DMD 0.170 release
Sean Kelly
sean at f4.ca
Tue Oct 24 08:42:13 PDT 2006
Bruno Medeiros wrote:
> Bruno Medeiros wrote:
>> Sean Kelly wrote:
>>> Walter Bright wrote:
>>>> Oskar Linde wrote:
>>>>> One example of a generalizing addition is Tomasz' suggestion for
>>>>> trailing delegates. It generalizes foreach, foreach_reverse and
>>>>> even the while-loop. Such an addition would not only make libraries
>>>>> simpler and more powerful.
>>>>
>>>> foreach_reverse is about as simple as one can get, from a user
>>>> standpoint. It also works efficiently with arrays, which is hugely
>>>> important because most of the time it will be used for arrays.
>>>
>>> For what it's worth, I think iterative operation requirements all
>>> fall into one of three categories: forward, reverse, and unordered.
>>> Forward iteration is by far the most common, so if semantic
>>> differences are involved, it should obviously be the prettiest ;-)

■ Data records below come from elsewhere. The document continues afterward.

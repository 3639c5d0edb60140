import 'server-only';
import { sessions } from '@/db/schema';
import type { Db, Tx } from '@/db/client';
import type { SessionState } from '@/db/enums';
import { and, eq } from 'drizzle-orm';
import { AppError } from '../errors';

export type SessionRow = typeof sessions.$inferSelect;

/** The session of that cellar. @throws AppError `not_found` (unknown, or another cellar's) */
export function findSession(db: Tx | Db, cellarId: string, sessionId: string): SessionRow {
  const row = db.select().from(sessions).where(and(eq(sessions.id, sessionId), eq(sessions.cellarId, cellarId))).get();
  if (!row) throw new AppError('not_found');
  return row;
}

/** @throws AppError `wrong_state` unless the session is in one of the states */
export function requireState(row: SessionRow, ...states: SessionState[]): void {
  if (states.includes(row.state)) return;
  throw new AppError('wrong_state', `The session is ${row.state}; that needs it to be ${states.join(' or ')}.`);
}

>>> Reverse iteration is not terribly common, but it does find occasional
>>> use in search-oriented algorithms. Unordered (for lack of a better
>>> term) can be used to describe any operation which has no ordering
>>> requirement and simply must be applied to all elements in a sequence.
>>>
>>> I believe it is important that the compiler be able to recognize
>>> forward and reverse iteration at compile-time so optimizations may be
>>> applied. After all, that's the entire point of a built-in foreach in
>>> the first place. Also, the compiler should be allowed to degenerate
>>> both forward and reverse iteration to the third category, unordered,
>>> when it can determine that visitation order has no impact on the
>>> operations being performed. Some criteria for this may be if the
>>> statement block does not contain break, continue, or goto statements,
>>> and if all operations on sequence data are commutative. Optionally,
>>> in instances where a statement block may not qualify for
>>> auto-degeneration, the user should be able to specify that it should
>>> be used anyway. This would also allow user-defined types to
>>> implement unordered operations in non-trivial situations. So we have
>>> something like this:
>>>
>>> foreach() // the default: forward iteration, compiler may degenerate
>>> foreach!(fwd)() // forward iteration, compiler may degenerate
>>> foreach!(rev)() // reverse iteration, compiler may degenerate
>>> foreach!(any)() // unordered: SSE ops may be used, concurrency, etc
>>> foreach!(fwd,strict)() // forward iteration, compiler may not degenerate
>>> foreach!(rev,strict)() // reverse iteration, compiler may not degenerate
>>> foreach!(any,strict)() // unordered, same as without strict
>>>
>>> (the above code above isn't intended to suggest syntax so much as to
>>> describe the operations and restrictions I think may eventually be
>>> useful)
>>>
>>> Does this sound reasonable? And can anyone suggest a cleaner syntax?
>>>
>>>
>>> Sean
>>
>> Here's an idea:
>>
>> foreach(foo, aggregate) { // Unordered, so compiler may optmize
>> foreach(foo, &aggregate.iterForward) { // Ordered and strict
>> foreach(foo, &aggregate.iterReverse) { // Ordered and strict
>>
>> This way the strictness cannot be specified. Is it necessary? That is,
>> is there a case where one wants an *ordered* iteration, but the
>> compiler can optimize into an unordered (parallel) iteration? That
>> does not seem to make sense.
>> One issue here is that one cannot specify an unordered iterator (i.e.,
>> an iterator for the case where the order does not matter), so it
>> defaults to one only. Could there be a structure where there would be
>> more than one meaningful unordered iterator?
>
> Scrap that, duh. Non-ordered 'iteration' is, kinda like you said,
> without breaks or gotos, and thus applied to all elements. So one can
> use regular functions with delegate parameters to do this 'iteration'.
> These non-ordered, complete 'iterations' are actually the
> list/collection 'comprehensions'
> (http://www.digitalmars.com/d/archives/digitalmars/D/39313.html , which
> we knew already, but didn't remember?) which are very easy to
> parallelize (think Google MapReduce). Doesn't this solve the issue, in
> quite cleaner syntax and semantics?
It's a cool idea:
x = vector[ (int t){return t>5;} ]; // subset of vector
vector[] = (inout int x) { x += 100; }; // update all members of vector
However, the second example above seems like it wouldn't work for an
array of delegates, since this is a legal 'copy' syntax.